• _Try it_
Please return every line in the entries below with the word "lockMax" in it.

########

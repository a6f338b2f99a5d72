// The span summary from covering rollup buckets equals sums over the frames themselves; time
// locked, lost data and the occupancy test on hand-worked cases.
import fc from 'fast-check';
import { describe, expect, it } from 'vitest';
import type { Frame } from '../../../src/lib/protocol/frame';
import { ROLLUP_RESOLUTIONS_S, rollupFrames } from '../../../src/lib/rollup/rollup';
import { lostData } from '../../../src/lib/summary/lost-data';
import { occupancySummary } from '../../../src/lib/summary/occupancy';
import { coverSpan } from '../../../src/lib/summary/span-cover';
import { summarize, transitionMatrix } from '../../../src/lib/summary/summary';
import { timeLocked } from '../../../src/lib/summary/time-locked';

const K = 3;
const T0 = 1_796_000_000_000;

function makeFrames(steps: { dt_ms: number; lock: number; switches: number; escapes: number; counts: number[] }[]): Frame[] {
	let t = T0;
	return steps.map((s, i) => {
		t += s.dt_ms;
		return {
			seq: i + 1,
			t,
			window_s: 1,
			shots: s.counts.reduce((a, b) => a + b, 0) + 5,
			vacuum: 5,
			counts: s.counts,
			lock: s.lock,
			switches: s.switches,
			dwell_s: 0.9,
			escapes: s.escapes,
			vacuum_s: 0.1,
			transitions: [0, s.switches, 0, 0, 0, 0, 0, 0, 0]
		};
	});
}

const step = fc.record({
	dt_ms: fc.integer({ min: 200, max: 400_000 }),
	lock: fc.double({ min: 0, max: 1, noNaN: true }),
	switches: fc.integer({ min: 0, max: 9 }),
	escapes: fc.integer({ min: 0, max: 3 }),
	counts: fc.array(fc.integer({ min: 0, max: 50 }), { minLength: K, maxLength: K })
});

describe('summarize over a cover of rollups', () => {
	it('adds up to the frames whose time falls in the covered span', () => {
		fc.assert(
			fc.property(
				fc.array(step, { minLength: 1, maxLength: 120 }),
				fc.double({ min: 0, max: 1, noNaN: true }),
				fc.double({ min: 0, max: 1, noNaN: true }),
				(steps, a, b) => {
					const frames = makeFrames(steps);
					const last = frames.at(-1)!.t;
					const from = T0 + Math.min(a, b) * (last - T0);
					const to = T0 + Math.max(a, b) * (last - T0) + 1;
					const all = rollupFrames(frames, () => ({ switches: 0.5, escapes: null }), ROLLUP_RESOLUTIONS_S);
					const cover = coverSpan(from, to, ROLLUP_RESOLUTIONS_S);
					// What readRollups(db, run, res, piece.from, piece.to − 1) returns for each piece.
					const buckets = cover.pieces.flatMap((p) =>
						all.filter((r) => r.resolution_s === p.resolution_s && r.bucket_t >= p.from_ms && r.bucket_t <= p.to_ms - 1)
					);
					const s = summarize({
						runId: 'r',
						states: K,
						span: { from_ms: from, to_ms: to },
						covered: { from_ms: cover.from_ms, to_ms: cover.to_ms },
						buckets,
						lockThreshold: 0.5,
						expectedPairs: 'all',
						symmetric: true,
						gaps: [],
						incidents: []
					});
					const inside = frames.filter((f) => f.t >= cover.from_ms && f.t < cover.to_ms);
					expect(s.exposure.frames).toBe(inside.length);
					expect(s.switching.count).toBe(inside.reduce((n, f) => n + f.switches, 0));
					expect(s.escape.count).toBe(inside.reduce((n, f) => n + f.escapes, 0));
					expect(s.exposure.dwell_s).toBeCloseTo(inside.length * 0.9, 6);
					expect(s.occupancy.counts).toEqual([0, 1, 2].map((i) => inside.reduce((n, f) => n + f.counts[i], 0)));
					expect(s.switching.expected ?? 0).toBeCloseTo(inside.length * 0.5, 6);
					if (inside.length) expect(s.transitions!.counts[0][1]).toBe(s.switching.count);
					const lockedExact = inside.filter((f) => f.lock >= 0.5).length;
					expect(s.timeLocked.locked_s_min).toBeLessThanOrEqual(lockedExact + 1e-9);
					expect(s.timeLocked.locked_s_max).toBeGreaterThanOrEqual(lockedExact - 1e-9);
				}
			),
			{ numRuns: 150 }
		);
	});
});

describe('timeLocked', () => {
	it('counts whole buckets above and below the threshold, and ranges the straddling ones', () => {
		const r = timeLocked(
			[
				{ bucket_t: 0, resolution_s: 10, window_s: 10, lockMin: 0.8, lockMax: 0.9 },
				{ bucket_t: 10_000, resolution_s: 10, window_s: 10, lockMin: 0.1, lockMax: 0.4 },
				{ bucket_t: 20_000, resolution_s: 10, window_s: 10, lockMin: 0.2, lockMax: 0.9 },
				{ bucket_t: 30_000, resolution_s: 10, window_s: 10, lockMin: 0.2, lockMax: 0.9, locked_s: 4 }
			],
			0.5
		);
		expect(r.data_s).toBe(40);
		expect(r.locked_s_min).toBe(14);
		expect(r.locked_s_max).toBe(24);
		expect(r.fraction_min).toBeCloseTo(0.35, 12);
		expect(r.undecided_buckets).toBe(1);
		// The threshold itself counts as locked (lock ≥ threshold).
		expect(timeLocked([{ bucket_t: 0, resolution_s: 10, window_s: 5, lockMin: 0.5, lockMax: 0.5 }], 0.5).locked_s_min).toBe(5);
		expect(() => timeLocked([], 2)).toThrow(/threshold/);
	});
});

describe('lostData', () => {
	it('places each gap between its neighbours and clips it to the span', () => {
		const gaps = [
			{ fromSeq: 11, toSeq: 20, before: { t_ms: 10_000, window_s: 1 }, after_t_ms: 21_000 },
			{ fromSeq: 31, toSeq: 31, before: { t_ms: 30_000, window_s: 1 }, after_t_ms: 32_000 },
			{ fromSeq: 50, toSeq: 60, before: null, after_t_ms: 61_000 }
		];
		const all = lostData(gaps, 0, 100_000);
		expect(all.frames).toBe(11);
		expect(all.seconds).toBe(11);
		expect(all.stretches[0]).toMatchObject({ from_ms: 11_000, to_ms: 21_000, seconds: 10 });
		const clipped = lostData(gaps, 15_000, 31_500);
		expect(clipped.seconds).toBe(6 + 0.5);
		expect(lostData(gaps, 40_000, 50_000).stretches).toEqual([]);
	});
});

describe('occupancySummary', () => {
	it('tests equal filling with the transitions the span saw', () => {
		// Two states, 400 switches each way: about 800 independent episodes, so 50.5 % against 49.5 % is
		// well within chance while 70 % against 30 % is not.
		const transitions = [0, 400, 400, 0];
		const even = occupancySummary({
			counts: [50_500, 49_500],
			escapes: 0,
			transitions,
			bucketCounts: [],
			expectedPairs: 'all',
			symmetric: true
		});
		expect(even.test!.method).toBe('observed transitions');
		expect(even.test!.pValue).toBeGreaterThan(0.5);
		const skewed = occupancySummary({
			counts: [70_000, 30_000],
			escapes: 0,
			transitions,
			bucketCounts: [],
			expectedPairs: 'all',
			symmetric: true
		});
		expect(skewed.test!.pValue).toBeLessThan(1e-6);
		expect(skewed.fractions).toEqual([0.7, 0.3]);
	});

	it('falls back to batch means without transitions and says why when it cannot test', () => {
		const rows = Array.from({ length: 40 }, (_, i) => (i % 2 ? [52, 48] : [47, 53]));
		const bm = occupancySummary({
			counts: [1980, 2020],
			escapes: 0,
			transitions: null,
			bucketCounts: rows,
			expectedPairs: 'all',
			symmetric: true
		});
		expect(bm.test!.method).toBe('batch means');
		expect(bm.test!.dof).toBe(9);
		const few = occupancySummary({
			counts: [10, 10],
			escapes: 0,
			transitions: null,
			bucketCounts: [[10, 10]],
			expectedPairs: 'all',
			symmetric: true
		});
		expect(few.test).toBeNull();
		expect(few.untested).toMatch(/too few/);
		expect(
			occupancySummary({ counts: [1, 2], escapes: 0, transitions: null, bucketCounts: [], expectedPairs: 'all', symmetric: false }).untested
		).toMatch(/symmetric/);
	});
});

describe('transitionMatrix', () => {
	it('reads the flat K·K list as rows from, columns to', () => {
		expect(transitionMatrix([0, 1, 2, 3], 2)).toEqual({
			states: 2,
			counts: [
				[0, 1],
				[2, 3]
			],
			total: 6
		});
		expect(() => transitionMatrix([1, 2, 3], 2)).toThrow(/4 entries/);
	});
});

########

• _Completed task_
				{ bucket_t: 0, resolution_s: 10, window_s: 10, lockMin: 0.8, lockMax: 0.9 },
				{ bucket_t: 10_000, resolution_s: 10, window_s: 10, lockMin: 0.1, lockMax: 0.4 },
				{ bucket_t: 20_000, resolution_s: 10, window_s: 10, lockMin: 0.2, lockMax: 0.9 },
				{ bucket_t: 30_000, resolution_s: 10, window_s: 10, lockMin: 0.2, lockMax: 0.9, locked_s: 4 }
		expect(timeLocked([{ bucket_t: 0, resolution_s: 10, window_s: 5, lockMin: 0.5, lockMax: 0.5 }], 0.5).locked_s_min).toBe(5);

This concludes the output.